"Teddy" Kumakawa, as his English-language friends and fans know him, is a spectacular Japanese ballet dancer. For many years he was one of the guest principals of the Royal Ballet in London. What sets him apart is the bouncing energy and speed in his pyrotechnics. Other male stars of great technique usually go for grand, heroic roles: the Prince leaping vast distances across the stage. Tetsuya Kumakawa's style is unique.

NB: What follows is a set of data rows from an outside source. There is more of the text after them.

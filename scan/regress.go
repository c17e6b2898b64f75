package scan

import (
	"gapflux/internal/parallel"
	"math"
	"runtime"
)

// gaussRegression evaluates the weighted Gaussian regression filter of ISO
// 16610-61 (linear) and ISO 16610-71 (robust, through the weights) on a
// regular grid: at every cell it fits, by least squares with the weights
// s(dx, dy)·w(q), a polynomial of total degree order (0, 1 or 2) in the
// cell offsets (dx, dy), and returns its value at the cell. The Gaussian
// weighting function is
//
//	s(x, y) ∝ exp(−π (x² + y²)/(α λc)²),  α = sqrt(ln 2 / π),
//
// truncated at ±λc, where it has fallen to 7e-7 of its peak. It is
// separable, so every moment Σ s·w·dx^a·dy^b (and Σ s·w·z·dx^a·dy^b) is a
// row pass followed by a column pass: the cost is O(cells × taps ×
// moments), linear in the grid size.
//
// Order 0 is a normalised convolution; order 1 adds a local plane (exact on
// planes, also at the rim); order 2 a local quadric (exact on quadrics: no
// bias on curved forms). The references for the filter are ISO 16610-61
// (areal Gaussian), ISO 16610-71 (robust areal Gaussian regression) and,
// for the regression formulation, Brinkmann, Bodschwinna & Lemke (2001),
// "Accessing roughness in three-dimensions using Gaussian regression
// filtering", Int. J. Mach. Tools Manuf. 41, 2153–2161 (from memory).
type gaussRegression struct {
	nx, ny, half, order int
	// g[p][k+half] = k^p·s(k), p = 0 … 2·order.
	g [][]float64
	// Row-pass buffers, kept between calls.
	rw, rz [][]float64
	wz     []float64
	// First-order (plane) fit only: the row moments of each cell q,
	// rm[5q:5q+5] = (rw0, rw1, rw2, rz0, rz1) (see applyPlane).
	rm []float64
}

// convolveRow sets dst[i] = Σ_k g[k+half]·src[i+k] over the k that keep
// i+k inside [a, b), where src may be non-zero (src is 0 outside: the
// terms left out are ±0, and a sum that starts at +0 is never −0, so
// every dst[i] is bit for bit the sum over the whole row). Zero taps are
// skipped.
func convolveRow(dst, src, g []float64, half, a, b int) {
	n := len(dst)
	clear(dst)
	for k := -half; k <= half; k++ {
		c := g[k+half]
		if c == 0 {
			continue
		}
		i0, i1 := max(0, -k, a-k), min(n, n-k, b-k)
		if i0 >= i1 {
			continue
		}
		d, s := dst[i0:i1], src[i0+k:i1+k]
		for i := range d {
			d[i] += c * s[i]
		}
	}
}

// nonZeroSpan returns the smallest [a, b) holding every non-zero v[i]
// (a = b = 0 when there is none).
func nonZeroSpan(v []float64) (a, b int) {
	for a < len(v) && v[a] == 0 {
		a++
	}
	if a == len(v) {
		return 0, 0
	}
	b = len(v)
	for v[b-1] == 0 {
		b--
	}
	return a, b
}

// newGaussRegression prepares the kernel for a cut-off of cutoffCells cells.
func newGaussRegression(nx, ny int, cutoffCells float64, order int) *gaussRegression {
	half := int(math.Floor(cutoffCells + 1e-9))
	r := &gaussRegression{nx: nx, ny: ny, half: half, order: order}
	r.g = make([][]float64, 2*order+1)
	for p := range r.g {
		r.g[p] = make([]float64, 2*half+1)
	}
	scale := 1 / (GaussianAlpha * cutoffCells)
	for k := -half; k <= half; k++ {
		u := float64(k) * scale
		w := math.Exp(-math.Pi * u * u)
		for p := range r.g {
			r.g[p][k+half] = w * math.Pow(float64(k), float64(p))
		}
	}
	return r
}

// monomials lists the exponents (a, b) of dx^a·dy^b with a + b ≤ d.
func monomials(d int) [][2]int {
	var m [][2]int
	for s := 0; s <= d; s++ {
		for b := 0; b <= s; b++ {
			m = append(m, [2]int{s - b, b})
		}
	}
	return m
}

// apply fits at every cell where use(q) is true and writes the fitted value
// to out[q]. w holds the weights (0 outside the data) and z the values
// (read only where w > 0). A cell whose normal equations are singular at
// the requested order falls back to lower orders; a cell with no weight in
// its window gets NaN.
//
// Every fitted value is the same sum of the same products in the same
// order on any number of processors: the rows of the row pass, and the
// cells of the column pass, are independent and only split between them.
func (r *gaussRegression) apply(w, z, out []float64, use func(q int) bool) {
	if r.order == 1 {
		r.applyPlane(w, z, out, use)
		return
	}
	r.rowPass(w, z)
	r.momentColumns(out, use)
}

// rowPass sets the row moments rw[a][q] = Σ_k g_a(k)·w[q+k] (a ≤ 2·order)
// and rz[a][q] = Σ_k g_a(k)·w·z[q+k] (a ≤ order) along each row, over
// the row's span of non-zero weights only (see convolveRow).
func (r *gaussRegression) rowPass(w, z []float64) {
	nx, ny, d := r.nx, r.ny, r.order
	n := nx * ny
	if r.rw == nil {
		r.rw = make([][]float64, 2*d+1)
		for a := range r.rw {
			r.rw[a] = make([]float64, n)
		}
		r.rz = make([][]float64, d+1)
		for a := range r.rz {
			r.rz[a] = make([]float64, n)
		}
		r.wz = make([]float64, n)
	}
	parallelRows(ny, func(j0, j1 int) {
		for j := j0; j < j1; j++ {
			row := j * nx
			wr, zr := w[row:row+nx], r.wz[row:row+nx]
			for i, wi := range wr {
				zr[i] = 0
				if wi != 0 {
					zr[i] = wi * z[row+i]
				}
			}
			a, b := nonZeroSpan(wr)
			for p, rw := range r.rw {
				convolveRow(rw[row:row+nx], wr, r.g[p], r.half, a, b)
			}
			for p, rz := range r.rz {
				convolveRow(rz[row:row+nx], zr, r.g[p], r.half, a, b)
			}
		}
	})
}

// momentColumns is the column pass and solve of any order: for each
// output row it sums the moment rows M_ab (a + b ≤ 2·order) and Z_ab
// (a + b ≤ order) down the columns, then solves at each cell in use.
func (r *gaussRegression) momentColumns(out []float64, use func(q int) bool) {
	nx, ny, d := r.nx, r.ny, r.order
	mons := monomials(d)
	mw, mz := monomials(2*d), mons
	parallelRows(ny, func(j0, j1 int) {
		bw := make([][]float64, len(mw))
		for t := range bw {
			bw[t] = make([]float64, nx)
		}
		bz := make([][]float64, len(mz))
		for t := range bz {
			bz[t] = make([]float64, nx)
		}
		cw, cz := make([]float64, len(mw)), make([]float64, len(mz))
		var sol regressionSolver
		for j := j0; j < j1; j++ {
			for t := range bw {
				clear(bw[t])
			}
			for t := range bz {
				clear(bz[t])
			}
			lo, hi := max(-r.half, -j), min(r.half, ny-1-j)
			for l := lo; l <= hi; l++ {
				in := (j + l) * nx
				r.accumulate(bw, r.rw, mw, l, in)
				r.accumulate(bz, r.rz, mz, l, in)
			}
			for i := range nx {
				q := j*nx + i
				if !use(q) {
					continue
				}
				for t := range cw {
					cw[t] = bw[t][i]
				}
				for t := range cz {
					cz[t] = bz[t][i]
				}
				out[q] = sol.solve(d, mons, mw, cw, cz)
			}
		}
	})
}

// accumulate adds, for each moment t with exponents m = mons[t], the row
// moments src[m[0]] of the row starting at in, weighted by the column
// kernel g_m[1](l), to dst[t].
func (r *gaussRegression) accumulate(dst, src [][]float64, mons [][2]int, l, in int) {
	nx := len(dst[0])
	for t, m := range mons {
		c := r.g[m[1]][l+r.half]
		if c == 0 {
			continue
		}
		s, d := src[m[0]][in:in+nx], dst[t]
		for i := range d {
			d[i] += c * s[i]
		}
	}
}

// regressionSolver solves the per-cell normal equations; it holds scratch
// space so that the inner loop does not allocate.
type regressionSolver struct {
	a [36]float64
	b [6]float64
}

// solve returns β0 of the weighted fit of degree d to one cell's
// moments, bw in monomials(2d) order and bz in monomials(d) order,
// lowering the degree while the normal matrix is singular.
func (s *regressionSolver) solve(d int, mons, mw [][2]int, bw, bz []float64) float64 {
	m00 := bw[0]
	if !(m00 > 0) {
		return nan
	}
	idx := func(a, b int) int { // position of (a, b) in monomials(2d)
		s := a + b
		return s*(s+1)/2 + b
	}
	for deg := d; deg >= 1; deg-- {
		k := (deg + 1) * (deg + 2) / 2
		for r := range k {
			for c := range k {
				s.a[r*k+c] = bw[idx(mons[r][0]+mons[c][0], mons[r][1]+mons[c][1])] / m00
			}
			s.b[r] = bz[r] / m00
		}
		if x, ok := solveSmallInPlace(k, s.a[:k*k], s.b[:k]); ok {
			return x
		}
	}
	return bz[0] / m00
}

// solveSmallInPlace solves the k×k system a·x = b (row-major) by Gaussian
// elimination with partial pivoting and returns x[0]; ok is false when a
// pivot falls below 1e-10 of the matrix's largest diagonal entry.
func solveSmallInPlace(k int, a, b []float64) (float64, bool) {
	scale := 0.0
	for r := range k {
		scale = max(scale, math.Abs(a[r*k+r]))
	}
	if !(scale > 0) {
		return 0, false
	}
	for c := range k {
		p := c
		for r := c + 1; r < k; r++ {
			if math.Abs(a[r*k+c]) > math.Abs(a[p*k+c]) {
				p = r
			}
		}
		if math.Abs(a[p*k+c]) < 1e-10*scale {
			return 0, false
		}
		if p != c {
			for t := range k {
				a[p*k+t], a[c*k+t] = a[c*k+t], a[p*k+t]
			}
			b[p], b[c] = b[c], b[p]
		}
		for r := c + 1; r < k; r++ {
			f := a[r*k+c] / a[c*k+c]
			if f == 0 {
				continue
			}
			for t := c; t < k; t++ {
				a[r*k+t] -= f * a[c*k+t]
			}
			b[r] -= f * b[c]
		}
	}
	for r := k - 1; r >= 0; r-- {
		v := b[r]
		for t := r + 1; t < k; t++ {
			v -= a[r*k+t] * b[t]
		}
		b[r] = v / a[r*k+r]
	}
	return b[0], true
}

// parallelRows runs f over [0, ny) split into contiguous row ranges, one
// per available processor (each range writes only its own rows).
func parallelRows(ny int, f func(j0, j1 int)) {
	parallel.Do(ny, rowParts(ny), func(_, j0, j1 int) { f(j0, j1) })
}

// rowParts is the number of ranges parallelRows splits ny rows into.
func rowParts(ny int) int { return min(runtime.GOMAXPROCS(0), max(1, ny/16)) }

While other loved stars are given respectful sighs and applause when they appear, he is greeted with squealing like a pop star. And he revels in it. To watch him zip around the stage and jump endlessly is sheer joy: you're laughing at it constantly, yet in utter awe at the technical expertise. It's no party trick, but trained mastery as great as any other of the stars.

Sadly, the downward spiral of the Royal Ballet drove away several of their brightest lights, including Kumakawa and Sarah Wildor. He has now turned to choreography as well as dancing, and now runs a company called K-Ballet back in Japan. When he left in 1998 he took several other Royal Ballet stars with him, including William Trevitt and Michael Nunn, but it seems that their partnership has not turned out well; and they don't like the way Kumakawa has reinvented himself as a media star in Japan.

I saw him briefly earlier in 2003, when he appeared for only a couple of minutes in a solo, part of Covent Garden's tribute to Rudolf Nureyev. As stunning as ever, and with the same adoring groupies.

Those splits: http://www.telegraph.co.uk/arts/main.jhtml?xml=/arts/2001/01/23/btballet.xml
I can't see much else interesting in English on the Web.